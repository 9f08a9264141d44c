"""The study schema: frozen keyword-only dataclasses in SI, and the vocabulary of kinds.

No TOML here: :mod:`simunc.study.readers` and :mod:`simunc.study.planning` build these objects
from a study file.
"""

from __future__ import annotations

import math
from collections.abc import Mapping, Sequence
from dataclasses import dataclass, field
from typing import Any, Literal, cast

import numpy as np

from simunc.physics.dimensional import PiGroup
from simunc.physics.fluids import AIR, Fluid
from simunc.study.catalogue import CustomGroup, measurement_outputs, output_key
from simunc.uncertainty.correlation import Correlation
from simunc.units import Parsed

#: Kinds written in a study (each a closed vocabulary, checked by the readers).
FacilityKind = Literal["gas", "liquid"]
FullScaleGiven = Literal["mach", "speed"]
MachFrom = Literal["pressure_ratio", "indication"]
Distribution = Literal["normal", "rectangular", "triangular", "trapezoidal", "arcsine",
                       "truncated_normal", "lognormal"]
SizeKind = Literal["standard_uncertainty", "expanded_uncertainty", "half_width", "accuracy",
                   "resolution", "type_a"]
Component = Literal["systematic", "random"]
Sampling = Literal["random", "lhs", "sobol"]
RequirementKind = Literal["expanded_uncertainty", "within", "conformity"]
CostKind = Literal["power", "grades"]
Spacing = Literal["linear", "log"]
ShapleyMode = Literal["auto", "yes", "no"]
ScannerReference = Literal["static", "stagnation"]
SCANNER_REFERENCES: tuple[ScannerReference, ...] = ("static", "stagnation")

•••

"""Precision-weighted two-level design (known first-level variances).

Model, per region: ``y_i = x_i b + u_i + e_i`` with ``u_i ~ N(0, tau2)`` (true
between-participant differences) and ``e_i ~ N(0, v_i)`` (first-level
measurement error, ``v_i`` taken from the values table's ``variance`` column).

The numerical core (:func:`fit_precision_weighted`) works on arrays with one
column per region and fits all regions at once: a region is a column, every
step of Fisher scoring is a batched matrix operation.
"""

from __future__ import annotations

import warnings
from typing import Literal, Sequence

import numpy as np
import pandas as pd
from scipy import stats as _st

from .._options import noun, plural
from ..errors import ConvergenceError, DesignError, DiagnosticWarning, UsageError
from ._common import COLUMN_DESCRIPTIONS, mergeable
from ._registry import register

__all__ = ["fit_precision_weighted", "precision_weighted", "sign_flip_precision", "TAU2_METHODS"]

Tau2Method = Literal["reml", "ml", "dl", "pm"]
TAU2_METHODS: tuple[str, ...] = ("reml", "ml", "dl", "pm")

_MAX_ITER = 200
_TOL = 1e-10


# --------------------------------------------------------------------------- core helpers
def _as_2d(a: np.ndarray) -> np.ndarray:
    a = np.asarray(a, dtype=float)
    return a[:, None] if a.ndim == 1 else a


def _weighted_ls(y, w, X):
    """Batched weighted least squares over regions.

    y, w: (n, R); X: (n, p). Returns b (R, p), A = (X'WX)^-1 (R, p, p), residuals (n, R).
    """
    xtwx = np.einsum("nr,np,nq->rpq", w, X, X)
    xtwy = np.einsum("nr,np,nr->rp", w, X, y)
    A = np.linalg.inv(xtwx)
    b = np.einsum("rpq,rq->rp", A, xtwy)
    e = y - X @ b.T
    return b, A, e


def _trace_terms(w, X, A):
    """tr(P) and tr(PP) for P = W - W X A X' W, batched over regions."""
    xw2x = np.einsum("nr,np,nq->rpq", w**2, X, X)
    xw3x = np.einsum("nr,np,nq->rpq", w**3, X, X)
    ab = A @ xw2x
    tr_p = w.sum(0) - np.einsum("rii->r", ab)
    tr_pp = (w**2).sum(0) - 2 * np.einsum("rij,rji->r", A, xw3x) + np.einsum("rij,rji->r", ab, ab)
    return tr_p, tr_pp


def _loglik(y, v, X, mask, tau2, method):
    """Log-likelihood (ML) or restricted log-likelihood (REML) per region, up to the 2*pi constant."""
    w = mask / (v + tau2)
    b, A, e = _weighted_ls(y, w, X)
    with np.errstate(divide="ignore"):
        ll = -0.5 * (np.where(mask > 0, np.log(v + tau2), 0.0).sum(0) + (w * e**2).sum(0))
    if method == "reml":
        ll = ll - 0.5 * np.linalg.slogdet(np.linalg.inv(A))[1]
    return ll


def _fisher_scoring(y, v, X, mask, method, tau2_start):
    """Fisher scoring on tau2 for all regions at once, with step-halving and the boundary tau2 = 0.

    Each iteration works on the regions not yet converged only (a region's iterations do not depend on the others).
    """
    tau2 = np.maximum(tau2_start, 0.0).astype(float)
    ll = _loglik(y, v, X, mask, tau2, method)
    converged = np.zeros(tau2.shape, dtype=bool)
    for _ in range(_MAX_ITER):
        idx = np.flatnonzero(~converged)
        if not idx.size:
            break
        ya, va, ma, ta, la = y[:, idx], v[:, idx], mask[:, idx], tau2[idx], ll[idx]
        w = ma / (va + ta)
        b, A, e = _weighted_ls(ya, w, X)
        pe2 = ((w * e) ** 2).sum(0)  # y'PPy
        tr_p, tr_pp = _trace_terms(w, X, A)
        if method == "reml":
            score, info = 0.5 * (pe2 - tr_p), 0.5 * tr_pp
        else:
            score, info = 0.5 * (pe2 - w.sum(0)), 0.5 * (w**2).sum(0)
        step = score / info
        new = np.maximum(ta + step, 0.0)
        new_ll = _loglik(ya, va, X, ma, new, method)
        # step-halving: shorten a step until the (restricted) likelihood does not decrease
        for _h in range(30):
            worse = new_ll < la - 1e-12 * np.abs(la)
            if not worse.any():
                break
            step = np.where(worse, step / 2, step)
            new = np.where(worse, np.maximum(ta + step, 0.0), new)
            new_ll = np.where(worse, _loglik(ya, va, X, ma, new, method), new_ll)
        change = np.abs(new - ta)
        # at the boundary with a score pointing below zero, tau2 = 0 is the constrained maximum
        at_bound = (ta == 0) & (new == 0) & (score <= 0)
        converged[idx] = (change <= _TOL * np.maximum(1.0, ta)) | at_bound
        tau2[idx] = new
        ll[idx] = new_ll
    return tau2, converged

•••

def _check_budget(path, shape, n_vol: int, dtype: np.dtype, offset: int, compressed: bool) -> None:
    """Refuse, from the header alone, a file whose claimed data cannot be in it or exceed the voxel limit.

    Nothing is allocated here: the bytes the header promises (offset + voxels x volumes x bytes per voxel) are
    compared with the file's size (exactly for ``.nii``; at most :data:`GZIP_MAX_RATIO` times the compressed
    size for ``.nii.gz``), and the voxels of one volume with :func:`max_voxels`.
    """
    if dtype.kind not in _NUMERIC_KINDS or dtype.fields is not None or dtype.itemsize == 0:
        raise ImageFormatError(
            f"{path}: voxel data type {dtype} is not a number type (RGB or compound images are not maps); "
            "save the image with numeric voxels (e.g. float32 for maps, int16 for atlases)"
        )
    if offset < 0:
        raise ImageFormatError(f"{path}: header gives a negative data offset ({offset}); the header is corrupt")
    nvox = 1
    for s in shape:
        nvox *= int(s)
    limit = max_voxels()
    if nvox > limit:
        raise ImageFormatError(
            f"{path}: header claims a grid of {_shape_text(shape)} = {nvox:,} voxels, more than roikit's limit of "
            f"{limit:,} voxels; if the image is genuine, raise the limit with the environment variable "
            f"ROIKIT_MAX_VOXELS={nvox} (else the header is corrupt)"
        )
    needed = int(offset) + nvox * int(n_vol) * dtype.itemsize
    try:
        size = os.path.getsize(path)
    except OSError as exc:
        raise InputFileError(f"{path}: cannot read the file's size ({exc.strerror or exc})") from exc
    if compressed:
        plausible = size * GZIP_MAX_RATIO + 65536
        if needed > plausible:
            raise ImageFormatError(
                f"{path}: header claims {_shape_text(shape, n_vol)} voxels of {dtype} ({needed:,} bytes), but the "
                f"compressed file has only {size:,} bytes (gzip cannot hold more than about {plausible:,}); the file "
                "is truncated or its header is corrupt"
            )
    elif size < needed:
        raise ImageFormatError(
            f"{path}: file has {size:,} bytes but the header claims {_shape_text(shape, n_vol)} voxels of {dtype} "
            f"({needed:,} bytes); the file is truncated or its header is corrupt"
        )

•••

In the entries above, find the line with "score, info = 0.5 * (pe2 - tr_p), 0.5" and the line with "new = np.where(worse, np.maximum(ta", then restate word for word both of them and every line between, with nothing more.

            score, info = 0.5 * (pe2 - tr_p), 0.5 * tr_pp
        else:
            score, info = 0.5 * (pe2 - w.sum(0)), 0.5 * (w**2).sum(0)
        step = score / info
        new = np.maximum(ta + step, 0.0)
        new_ll = _loglik(ya, va, X, ma, new, method)
        # step-halving: shorten a step until the (restricted) likelihood does not decrease
        for _h in range(30):
            worse = new_ll < la - 1e-12 * np.abs(la)
            if not worse.any():
                break
            step = np.where(worse, step / 2, step)
            new = np.where(worse, np.maximum(ta + step, 0.0), new)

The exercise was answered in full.